Pygmy politicians messing things up, pension shortfalls and PFI profligacy — so what’s new? asks our chief executive
The current economic crisis has me both frightened and bored. The incessant chatter and speculation seems to go nowhere and is so over the top that I am bored with it all. I have given up listening to the news.
I am frightened because I can do nothing about it. Like many, I feel the need to rein back personal spending but knowing that it will just make things worse. Shops and restaurants need our business just as our industry needs theirs and so it goes round and round.
I am also frightened because I don’t have any faith in those whose job it is to sort it out. The public are pretty badly served by the politicians we have, not just in the UK, but across the western world. Referring to them as political pygmies is perhaps an insult to pygmies, but the scale of the current task does seem to be overwhelming them.
The practical impact of their inability or unwillingness to take decisive action is clear to see. The recent nosedive in the stock market means that annuity rates are some 14% less now than at the start of the year. That is a major reduction in income for the rest of one’s life. So picking a time to retire is not so simple now. Not that this is an issue for those responsible for the situation, whose pensions are, in most cases, funded by the taxpayer.

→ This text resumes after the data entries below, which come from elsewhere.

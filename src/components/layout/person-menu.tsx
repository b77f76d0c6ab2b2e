import { useEffect, useId, useRef, useState, type ReactNode } from 'react';
import { Button } from '#src/components/ui/button.tsx';
import { ThemeSwitch } from '#src/components/ui/theme-switch.tsx';
import { t } from '#src/texts/t.ts';

export type Person = { readonly name: string; readonly role: string };

export function PersonActs(props: { onSignOut: () => void; children?: ReactNode }) {
  return (
    <>
      <div className="mp-stack">
        <span className="mp-note">{t.ui.theme}</span>
        <ThemeSwitch />
      </div>
      {props.children}
      <div>
        <Button onClick={props.onSignOut}>{t.layout.signOut}</Button>
      </div>
    </>
  );
}

/** Person and role; opens the look and the way out. Escape and a click elsewhere close it. */
export function PersonMenu(props: { person: Person; onSignOut: () => void; children?: ReactNode }) {
  const [isOpen, setIsOpen] = useState(false);
  const panelId = useId();
  const root = useRef<HTMLDivElement>(null);
  const button = useRef<HTMLButtonElement>(null);
  useEffect(() => {
    if (!isOpen) {
      return undefined;
    }
    const closeOutside = (event: Event) => {
      if (event.target instanceof Node && root.current?.contains(event.target) !== true) {
        setIsOpen(false);
      }
    };
    const closeOnEscape = (event: KeyboardEvent) => {
      if (event.key === 'Escape') {
        setIsOpen(false);
        button.current?.focus();
      }
    };
    document.addEventListener('pointerdown', closeOutside);
    document.addEventListener('keydown', closeOnEscape);
    return () => {
      document.removeEventListener('pointerdown', closeOutside);
      document.removeEventListener('keydown', closeOnEscape);
    };
  }, [isOpen]);
  const { name, role } = props.person;
  return (
    <div className="mp-person" ref={root}>
      <button
        ref={button}
        type="button"
        aria-expanded={isOpen}
        aria-controls={panelId}
        onClick={() => {
          setIsOpen(!isOpen);
        }}
      >
        {t.layout.person(name, role)}
      </button>
      <div className="mp-person-slip" id={panelId} hidden={!isOpen}>
        <PersonActs onSignOut={props.onSignOut}>{props.children}</PersonActs>
      </div>
    </div>
  );
}
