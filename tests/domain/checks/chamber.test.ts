import { describe, expect, it } from 'vitest';
import { checkRules } from '#shared/domain/checks/check-rules.ts';
import { evaluatePlacement } from '#shared/domain/checks/evaluate-placement.ts';
import { firstStop } from '#shared/domain/checks/first-stop.ts';
import { summarise } from '#shared/domain/checks/summarise.ts';
import { checkCodes } from '#shared/domain/checks/types.ts';
import type { CheckCode, CheckResult, PlacementFacts } from '#shared/domain/checks/types.ts';
import type { Load, PhaseSpan } from '#shared/domain/facility/types.ts';
import {
  buildChamber,
  buildLoad,
  buildPhaseSpans,
  buildSource,
  buildStability,
  dayMs,
  hourMs,
  mondayMs,
  sitePolicy,
} from '#tests/support/build-facility.ts';
import { buildPath, buildPlacement } from '#tests/support/build-placement.ts';

function result(code: CheckCode, facts: PlacementFacts): CheckResult {
  const found = evaluatePlacement(facts).find((candidate) => candidate.code === code);
  if (found === undefined) {
    throw new Error(`No check named ${code}.`);
  }
  return found;
}
const outcome = (code: CheckCode, facts: PlacementFacts): string => result(code, facts).outcome;
const monday = (hour: number): number => mondayMs + hour * hourMs;
const load = (phases: readonly PhaseSpan[], change: Partial<Load> = {}): Load =>
  buildLoad({
    phases,
    members: [{ bookingId: 900, cells: 2, energyWh: 25, needsS: {} }],
    ...change,
  });

describe('temperature and stillness of a chamber', () => {
  const atFortyFive = buildPhaseSpans(monday(10), 45, [
    ['connect', 15],
    ['ramp', 20],
    ['soak', 60],
  ]);

  it('a load at another temperature stops and is named', () => {
    const found = result(
      'shared-temperature',
      buildPlacement({ chamber: { loads: [load(atFortyFive)] } }),
    );
    expect(found.sentence).toBe(
      'Load 31 keeps C01 at 45 °C until Mon 1 Jun 10:35; this slot wants 25 °C in its hold.',
    );
  });

  it('a cancelled load disturbs nothing', () => {
    const loads = [load(atFortyFive, { state: 'cancelled' })];
    expect(outcome('shared-temperature', buildPlacement({ chamber: { loads } }))).toBe('pass');
    expect(outcome('still-phase', buildPlacement({ chamber: { loads } }))).toBe('pass');
  });

  it('a load that holds only the booking being re-checked does not count', () => {
    const loads = [load(atFortyFive)];
    expect(
      outcome('shared-temperature', buildPlacement({ chamber: { loads }, ignoreBookingId: 900 })),
    ).toBe('pass');
  });

  const door = buildPhaseSpans(monday(10), 25, [['connect', 15]]);

  it('a door during a hold stops under the strict rule and costs nothing under the tolerant one', () => {
    const loads = [load(door)];
    const strict = result('still-phase', buildPlacement({ chamber: { loads } }));
    expect(strict.sentence).toBe(
      'The connect of load 31 would disturb the hold at Mon 1 Jun 10:00.',
    );
    expect(outcome('still-phase', buildPlacement({ chamber: { loads, strictDoor: false } }))).toBe(
      'pass',
    );
  });

  it("the slot's own door must not fall into another load's hold either", () => {
    const other = buildPhaseSpans(monday(8.5), 25, [
      ['match', 20],
      ['hold', 60],
    ]);
    const found = result('still-phase', buildPlacement({ chamber: { loads: [load(other)] } }));
    expect(found.sentence).toMatch(/^The connect would disturb the hold of load 31/);
  });

  it('two loads may share a door opening at the idle temperature', () => {
    const other = buildPhaseSpans(monday(9), 25, [['unload', 15]]);
    const facts = buildPlacement({ chamber: { loads: [load(other)] } });
    expect(outcome('still-phase', facts)).toBe('pass');
    expect(outcome('shared-temperature', facts)).toBe('pass');
  });

  it('ramp and return disturb whatever the door rule', () => {
    const other = buildPhaseSpans(monday(10), 25, [['return', 15]]);
    expect(
      outcome(
        'still-phase',
        buildPlacement({ chamber: { loads: [load(other)], strictDoor: false } }),
      ),
    ).toBe('stop');
  });

  it('the chamber must reach the temperature and the request must tolerate it', () => {
    expect(outcome('chamber-span', buildPlacement({ setTemperatureC: 85 }))).toBe('stop');
    expect(outcome('chamber-span', buildPlacement({ setTemperatureC: 25.5 }))).toBe('pass');
    expect(result('chamber-span', buildPlacement({ setTemperatureC: 25.6 })).sentence).toBe(
      'C01 would be at 25.6 °C; asked is 25 °C ± 0.5 K.',
    );
  });
});

describe('joining a load', () => {
  const joined = (change: Partial<Load>): PlacementFacts => {
    const joins = load(buildPhaseSpans(monday(9), 25, [['connect', 15]]), change);
    return buildPlacement({ joins, chamber: { loads: [joins] } });
  };

  it('an open load may be joined until it closes or begins', () => {
    expect(outcome('load-open', joined({}))).toBe('pass');
    expect(outcome('load-open', joined({ closesAtMs: monday(7) }))).toBe('stop');
    expect(outcome('load-open', joined({ closesAtMs: monday(7) + 1 }))).toBe('pass');
    expect(outcome('load-open', joined({ state: 'closed' }))).toBe('stop');
    expect(outcome('load-open', { ...joined({}), nowMs: monday(9) })).toBe('stop');
  });

  it('a member that is re-checked has joined already', () => {
    expect(outcome('load-open', { ...joined({ state: 'closed' }), ignoreBookingId: 900 })).toBe(
      'pass',
    );
  });
});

The current round of party conferences seems to be an exercise in surreal nonsense where they already know the answers, but they still go through the motions of asking the questions and then providing answers as some fantastic revelation. It is a case of the pygmies trying to big themselves up. The trouble is, no one other than other pygmies is listening. Normal people are busy trying to cope with the consequences of politicians who are more impotent than important.
Closer to home we have the debate about the Private Finance Initiative (PFI) and the impact that is having on the health service. A recent Public Accounts Committee report severely criticises PFI, while the current government still plans to use PFI despite the criticism. Can they both be right?
The answer is yes. There is nothing particularly wrong with PFI as long as it is used in moderation with due care to the long-term consequences. The last government was anything but moderate in its use of PFI.
The challenge for the current government is what it does with the existing PFI projects — some are probably redundant only 10 years into a 30-year contract — and learn how PFI can be used effectively without replicating the mistakes of the last government.
The case for stronger and better project management of publicly-funded projects was also starkly put into context by the debacle of the FiReControl project, the aim of which was to regionalise the Fire Authority call centres. The project was launched in 2004, but following a series of delays and difficulties, was terminated in December 2010 with none of the original objectives achieved and a minimum of £469m being wasted.
A recent Public Accounts Committee report highlighted the inefficiencies and waste, but this is not the first time where the public sector has been profligate in its management of projects and costs and it seems lessons are not being learnt.
One must question whether, in a world that is changing at the rate it is, long-term PFI deals will continue to be appropriate in the future.
But politicians are creatures of habit operating in the short term. The desire to leave legacies and be re-elected provides the temptation for grand gestures and PFI is a good way of delivering today what you cannot afford. It remains to be seen whether this government reverts to type.
Thank you Chris for putting into print what the most of us realise and have been saying for years. The reference to the vicious circle of spending does not appear to be recognised by governments who think that the public sector can soak up the surplus unemployment created by the governmental job losses.
Wake up politicians!!! The public sector is suffering even more. For every 4 people made redundant, due to reduced spending capacity, a fifth loses his/her job in a service industry be it retail, the local pub, tourism or whatever. Think of all the lost tax revenue, both direct and indirect. More can be said however I think that Barrack Obama got it right when he said that he wants to get Americans back to work. Create an economy through wealth, when people have money they will spend it and therefore create tax revenue.
The spending has to be on projects that will benefit the future and create more wealth.